Anything wrong with the headset that's on there now? 
If not, all you have to do is pop the crown race off the old fork and install it on the new one, then slap it all back together.

The diameter you want to measure would be the inside, right at the bottom/top of the headtube rather than in the middle.

Also, as asked a couple times before - what is the make and model of the bike?


----------



## Berkley (May 21, 2007)

You would need to remove the headset cups to know if using a tapered steerer is possible. As shiggy noted, headset cup insertion depth would be the biggest issue.


----------



## norther (Dec 2, 2013)

the frame is B-FORCE. dont know the model and i didn't find anything online about them. the fella i bought it from said they are made in the czech republic. (like that was going impress me or smthing...) i bought it because it was cheap, and because it is a platform on which i can learn ... improve... and improve myself as a "rider". i asked on other forums before about this brand but no one heard of b-force. here are some more pics, if u have better luck finding something about b-force please let me know. 
https://i.imgur.com/yHVJI7E.jpg
https://i.imgur.com/OOHVn31.jpg
other than the branding, the frame has "ALU 7005 TRIPLE BUTTED. HYDROFORMED" written on it. and "mtb 26" ... doooh 
the only fact i know, is that it is obvoius they are not some premium, established brand


----------



## norther (Dec 2, 2013)

@slapheadmofo
nothing wrong with the current sets. guess im good to go


----------



## jochribs (Nov 12, 2009)

Norther, 

there is nothing wrong with the type of bike that you have, no need to be apologetic about it. (Seem that way slightly) We're just asking so that we can now more 'about' your bike, so we can help you.

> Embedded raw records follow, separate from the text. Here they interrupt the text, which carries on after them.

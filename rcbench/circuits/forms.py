"""Canonical two-qubit gates as sequences of one native gate with local gates between: one function a native gate.

Each takes (m, 3) coordinates of exp(i (x XX + y YY + z ZZ)) in the Weyl chamber, all of the class that `count` native
gates reach, and returns (m, count + 1, 2, 2, 2) local gates, the first step first, up to phase.

    cz      0 to 3; two where z = 0, one at (pi/4, 0, 0). Vatan and Williams, Phys. Rev. A 69, 032315 (2004)
    iswap   0 to 3; two where z = 0, one at (pi/4, pi/4, 0). From the CZ forms, since iSWAP = SWAP CZ (S x S): two
            swaps cancel, and an odd number is taken into the coordinates
    zz      any angle: one gate for each coordinate that is not zero
"""

from __future__ import annotations

import numpy as np

from rcbench.arrays import ComplexArray, FloatArray, IntArray
from rcbench.circuits.gates import gate_matrices, gate_matrix

CLASS_TOLERANCE = 1e-11  # coordinates closer than this to a class with fewer gates are set to it

_I: ComplexArray = np.eye(2, dtype=np.complex128)
_X, _H, _S, _SDG = (gate_matrix(name) for name in ("x", "h", "s", "sdg"))
_RX = gate_matrix("r", np.pi / 2, 0.0)  # takes Y to Z


def clean(coordinates: FloatArray) -> FloatArray:
    """The coordinates, exact where within the tolerance of a multiple of pi/8, where every change of class lies."""
    steps = np.round(coordinates * (8 / np.pi)) * (np.pi / 8)
    return np.where(np.abs(coordinates - steps) < CLASS_TOLERANCE, steps, coordinates)


def cz_count(coordinates: FloatArray) -> IntArray:
    """(m,) the least number of CZ."""
    x, y, z = coordinates.T
    return np.where(z != 0, 3, np.where((y != 0) | ((x != 0) & (x != np.pi / 4)), 2, (x != 0).astype(int)))


def iswap_count(coordinates: FloatArray) -> IntArray:
    """(m,) the least number of iSWAP."""
    x, y, z = coordinates.T
    one = (x == np.pi / 4) & (y == np.pi / 4)
    return np.where(z != 0, 3, np.where(one, 1, np.where(x != 0, 2, 0)))


def zz_count(coordinates: FloatArray) -> IntArray:
    """(m,) the number of ZZ rotations."""
    return np.asarray(np.count_nonzero(coordinates, axis=1))


def cz_locals(coordinates: FloatArray, count: int) -> ComplexArray:
    """Local gates around `count` CZ."""
    x, y, z = coordinates.T
    if count == 1:
        return _steps(len(x), [(_SDG @ _H, _SDG @ _H), (_H, _H)])
    if count == 2:
        back = _RX.conj().T
        return _steps(len(x), [(_RX, _H @ _RX), (_r(-2 * x, 0.0), _r(-2 * y, 0.0)), (back, back @ _H)])
    if count == 3:
        quarter = np.pi / 2
        return _steps(
            len(x),
            [
                (_H, _SDG),
                (gate_matrices("rz", (quarter - 2 * z)[:, None]) @ _H, _H @ _r(2 * x - quarter, quarter)),
                (_H, _r(quarter - 2 * y, quarter) @ _H),
                (_S @ _H, _I),
            ],
        )
    return _steps(len(x), [(_I, _I)])


def iswap_locals(coordinates: FloatArray, count: int) -> ComplexArray:
    """Local gates around `count` iSWAP."""
    if count < 2:
        return _steps(len(coordinates), [(_I, _I)] * (count + 1))
    # an odd number of swaps: N = SWAP N', and SWAP is the canonical gate at (pi/4, pi/4, pi/4)
    out = cz_locals(coordinates + (np.pi / 4 if count == 3 else 0), count)
    swapped = slice(1, None, 2)
    out[:, swapped] = out[:, swapped, ::-1]
    out[:, :-1] = _SDG @ out[:, :-1]
    return out


def zz_locals(coordinates: FloatArray, count: int) -> ComplexArray:
    """Local gates around `count` ZZ rotations by twice the absolute coordinates."""
    m = len(coordinates)
    frames = [_H, _RX, _I]  # take XX, YY and ZZ to ZZ
    out = _steps(m, [(_I, _I)] * (count + 1))
    for step in range(count):
        # exp(i v ZZ) is zz(-2v); an X on one qubit turns the sign where v > 0
        flip = np.where((coordinates[:, step] > 0)[:, None, None], _X, _I)
        out[:, step, 0] = flip @ frames[step] @ out[:, step, 0]
        out[:, step, 1] = frames[step] @ out[:, step, 1]
        back = frames[step].conj().T
        out[:, step + 1, 0], out[:, step + 1, 1] = back @ flip, back
    return out


def dress(locals_: ComplexArray, before: ComplexArray, after: ComplexArray) -> ComplexArray:
    """The same sequence around another gate, where the old one is (after) new (before) with (2, 2, 2) local gates."""
    out = locals_.copy()
    out[:, :-1] = before @ out[:, :-1]
    out[:, 1:] = out[:, 1:] @ after
    return out


def _steps(m: int, steps: list[tuple[ComplexArray, ComplexArray]]) -> ComplexArray:
    out = np.empty((m, len(steps), 2, 2, 2), dtype=np.complex128)
    for step, pair in enumerate(steps):
        for qubit, gate in enumerate(pair):
            out[:, step, qubit] = gate
    return out


def _r(angles: FloatArray, axis: float) -> ComplexArray:
    """Rotations about one equatorial axis."""
    return gate_matrices("r", np.stack([angles, np.full_like(angles, axis)], axis=1))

That being said, I did a quick search and nothing came up about it. However, looking at the pic links, especially the second one, it looks to me that you have an 'internal' headset. There's nothing wrong with just using your current headset with the new fork (straight steerer'd). You just need to remove the crown race from your current fork, and re-install it on the new one. 

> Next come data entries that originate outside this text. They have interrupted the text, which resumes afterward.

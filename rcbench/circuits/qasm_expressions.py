"""Parameter expressions of OpenQASM: from text to a postfix program once, to numbers as often as wanted.

The program is a flat list worked off with a stack, so that no depth of parentheses can exhaust Python's own.
"""

from __future__ import annotations

import math
import re
from collections.abc import Callable, Collection, Mapping
from dataclasses import dataclass

CONSTANTS: dict[str, float] = {
    "pi": math.pi, "π": math.pi, "tau": math.tau, "τ": math.tau, "euler": math.e, "ℇ": math.e,
}  # fmt: skip
FUNCTIONS: dict[str, Callable[[float], float]] = {
    "sin": math.sin, "cos": math.cos, "tan": math.tan, "exp": math.exp, "ln": math.log, "log": math.log,
    "sqrt": math.sqrt, "arcsin": math.asin, "arccos": math.acos, "arctan": math.atan, "asin": math.asin,
    "acos": math.acos, "atan": math.atan, "floor": math.floor, "ceiling": math.ceil,
}  # fmt: skip
FUNCTIONS_OF_TWO: dict[str, Callable[[float, float], float]] = {"pow": math.pow, "mod": math.fmod}

_TOKEN = re.compile(r"\s*(?:(0[xX][\da-fA-F_]+|0[bB][01_]+)|((?:\d[\d_]*\.?[\d_]*|\.\d[\d_]*)(?:[eE][+-]?\d+)?)|([^\W\d]\w*)|(\*\*|[-+*/^(),]))")
_BINARY: dict[str, tuple[int, Callable[[float, float], float]]] = {
    "+": (1, lambda a, b: a + b),
    "-": (1, lambda a, b: a - b),
    "*": (2, lambda a, b: a * b),
    "/": (2, lambda a, b: a / b),  # always real: the standard gates of OpenQASM 3 themselves write pow(1/2)
    "**": (4, math.pow),
    "^": (4, math.pow),
}
_NEGATE = 3  # binds looser than a power and tighter than a product, as in mathematics
_PUSH, _NAME, _ONE, _TWO = range(4)
_Step = tuple[int, object]


class ExpressionError(ValueError):
    """An expression that cannot be read or has no finite real value. found: the part; allowed: what may stand there."""

    def __init__(self, found: str, allowed: str) -> None:
        super().__init__(found, allowed)
        self.found, self.allowed = found, allowed


@dataclass(frozen=True, slots=True)
class Expression:
    """A compiled expression. names: the parameters and constants it asks for."""

    text: str
    steps: tuple[_Step, ...]
    names: frozenset[str]

    def value(self, known: Mapping[str, float]) -> float:
        """The value, with the named parameters from `known`.

        Raises:
            ExpressionError: no finite real value.
        """
        stack: list[float] = []
        try:
            for code, item in self.steps:
                if code == _PUSH:
                    stack.append(item)  # type: ignore[arg-type]
                elif code == _NAME:
                    stack.append(known[item])  # type: ignore[index]
                elif code == _ONE:
                    stack[-1] = item(stack[-1])  # type: ignore[operator]
                else:
                    right = stack.pop()
                    stack[-1] = item(stack[-1], right)  # type: ignore[operator]
            result = float(stack[0])
        except (ArithmeticError, ValueError):
            raise ExpressionError(self.text, "an expression with a finite real value") from None
        if not math.isfinite(result):
            raise ExpressionError(self.text, "an expression with a finite real value")
        return result


def evaluate(text: str, known: Mapping[str, float], *, power_sign: bool) -> float:
    """The value of an expression that uses the names in `known` and no others."""
    return compile_expression(text, known, power_sign=power_sign).value(known)


def compile_expression(text: str, names: Collection[str], *, power_sign: bool) -> Expression:
    """Read an expression: numbers, names, + - * / **, signs, parentheses and functions.

    Args:
        text: the expression.
        names: names it may use, besides pi, tau and euler; they hide a constant of the same name.
        power_sign: ^ is a power (OpenQASM 2.0); OpenQASM 3 keeps it for bits, so it is refused there.
    Raises:
        ExpressionError: not such an expression.
    """
    reader = _Reader(text, names, power_sign)
    reader.read()
    return Expression(text.strip(), tuple(reader.steps), frozenset(reader.used))


class _Reader:
    """The shunting-yard algorithm of Dijkstra; one pass over the tokens."""

    def __init__(self, text: str, names: Collection[str], power_sign: bool) -> None:
        self.text, self.names, self.power_sign = text, names, power_sign
        self.steps: list[_Step] = []
        self.used: set[str] = set()
        # waiting operators: (binding strength, step); an opening parenthesis has strength 0 and holds its function
        self.waiting: list[tuple[int, object]] = []
        self.commas: list[int] = []

    def read(self) -> None:
        place, operand_next = 0, True
        text = self.text.rstrip()
        while place < len(text):
            match = _TOKEN.match(text, place)
            if match is None:
                raise ExpressionError(text[place:].strip()[:20], "numbers, names, + - * / ** ( ) and functions")
            place = match.end()
            whole, number, name, sign = match.groups()
            if sign is None:
                if not operand_next:
                    raise ExpressionError(match.group().strip(), "an operator between two values")
                if name is not None:
                    operand_next = self._name(name, text, place)
                else:
                    self._number(whole, number)
                    operand_next = False
            else:
                operand_next = self._sign(sign, operand_next)
        if operand_next:
            raise ExpressionError(self.text.strip(), "an expression that ends in a value")
        while self.waiting:
            strength, step = self.waiting.pop()
            if strength == 0:
                raise ExpressionError(self.text.strip(), "as many closing as opening parentheses")
            self.steps.append(step)  # type: ignore[arg-type]

    def _number(self, whole: str | None, number: str) -> None:
        try:
            value = float(int(whole.replace("_", ""), 0)) if whole else float(number.replace("_", ""))
        except (ValueError, OverflowError):
            raise ExpressionError((whole or number)[:40], "a number that fits a double") from None
        self.steps.append((_PUSH, value))

    def _name(self, name: str, text: str, place: int) -> bool:
        """A name is a function where a parenthesis follows, else a parameter or a constant."""
        if text[place:].lstrip()[:1] == "(" and (name in FUNCTIONS or name in FUNCTIONS_OF_TWO):
            self.waiting.append((5, name))
            return True
        if name in self.names:
            self.used.add(name)
            self.steps.append((_NAME, name))
        elif name in CONSTANTS:
            self.steps.append((_PUSH, CONSTANTS[name]))
        else:
            known = [*self.names, "pi", *FUNCTIONS]
            raise ExpressionError(name, "a name that is known here: " + ", ".join(known[:12]))
        return False

    def _sign(self, sign: str, operand_next: bool) -> bool:
        """One operator, parenthesis or comma; says whether a value must follow."""
        if sign == "(":
            if not operand_next:
                raise ExpressionError("(", "an operator between two values")
            function = self.waiting.pop()[1] if self.waiting and self.waiting[-1][0] == 5 else None
            self.waiting.append((0, function))
            self.commas.append(0)
            return True
        if operand_next:
            if sign in "+-":
                if sign == "-":
                    self.waiting.append((_NEGATE, (_ONE, _negative)))
                return True
            raise ExpressionError(sign, "a value")
        if sign in "),":
            return self._close(sign)
        if sign == "^" and not self.power_sign:
            raise ExpressionError("^", "** for a power (in OpenQASM 3 the sign ^ works on bits)")
        strength, operator = _BINARY[sign]
        while self.waiting and (self.waiting[-1][0] > strength or (self.waiting[-1][0] == strength != 4)):
            self.steps.append(self.waiting.pop()[1])  # type: ignore[arg-type]
        self.waiting.append((strength, (_TWO, operator)))
        return True

    def _close(self, sign: str) -> bool:
        while self.waiting and self.waiting[-1][0] != 0:
            self.steps.append(self.waiting.pop()[1])  # type: ignore[arg-type]
        if not self.waiting:
            raise ExpressionError(sign, "a parenthesis or comma that belongs to an opening one")
        function = self.waiting[-1][1]
        if sign == ",":
            if function not in FUNCTIONS_OF_TWO or self.commas[-1]:
                raise ExpressionError(",", "one value between parentheses, two in pow and mod")
            self.commas[-1] = 1
            return True
        self.waiting.pop()
        two = self.commas.pop()
        if isinstance(function, str):
            if (function in FUNCTIONS_OF_TWO) != bool(two):
                raise ExpressionError(function, "two values in pow and mod, one in every other function")
            self.steps.append((_TWO, FUNCTIONS_OF_TWO[function]) if two else (_ONE, FUNCTIONS[function]))
        return False


def _negative(value: float) -> float:
    return -value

If you do want to upgrade your headset, you need to replace it with the same type...which to me looks to be 'internal'. But I'd make sure by going into a shop, and having them literally put their hands on it and see.


----------



## norther (Dec 2, 2013)

@johchribs
thnks for the nice words 
i feel very annoyed `cause i went to three mechanics until someone offered to help me pull the fork out. (and some of them were like "ur bike is too cheap for a new fork"). and i realy want to have it installed before the holidays. so, yeah... i feel a bit akward.


----------



## time229er (Oct 30, 2013)

*cheap, maybe...*

but it is a nice looking bike :thumbsup: love the white and gray...just a snapshot observation...search and find the best price on a straight tube 1.125 white Reba...bail on the conversion nonsense, but does it make any sense to even consider putting $500ish into a "no-name" $500 bike? :madman: good luck. Then again, does Rockshox even make a white Reba?


----------



## owensjs (May 21, 2009)

I agree with johchribs. If your current headset feels fine, pick up a 1 1/8" straight steerer fork, and go to the helpful mechanic to get the new fork installed. Another thing to think about when buying a fork, especially if it's used, is whether or not the steerer has been cut. If it has, and it's too short, it won't work for you. If it's a new, un-cut fork, you'll just have to have the crown race installed, steerer tube possibly cut a tad, and a star-nut installed. 

Sounds like those other mechanics aren't deserving of your money. It takes only a couple of minutes to verify the size of a steerer tube. Good luck!


----------



## norther (Dec 2, 2013)

@time229er
yes, RS does make white rebas. but im not interested in the colour, im going for "bang for the buck". the fella who wanted to sell me the SID rlt wanted 250-260 dollars. so i told him im gonna keep it simple and go for 1/8 fork. so i found 2013 reba rl's at 230-240, including the poplock. (not a 2nd hand unit like that SID). so yeah.... im going for the reba


----------



## jochribs (Nov 12, 2009)

Good find man. Just the beginning of your upgrade-itis affliction!


----------



## time229er (Oct 30, 2013)

*you're stylin'...*



norther said:


> @time229er
> yes, RS does make white rebas. but im not interested in the colour, im going for "bang for the buck". the fella who wanted to sell me the SID rlt wanted 250-260 dollars. so i told him im gonna keep it simple and go for 1/8 fork. so i found 2013 reba rl's at 230-240, including the poplock. (not a 2nd hand unit like that SID). so yeah.... im going for the reba


good job :thumbsup: let the forum know how it works for you!


----------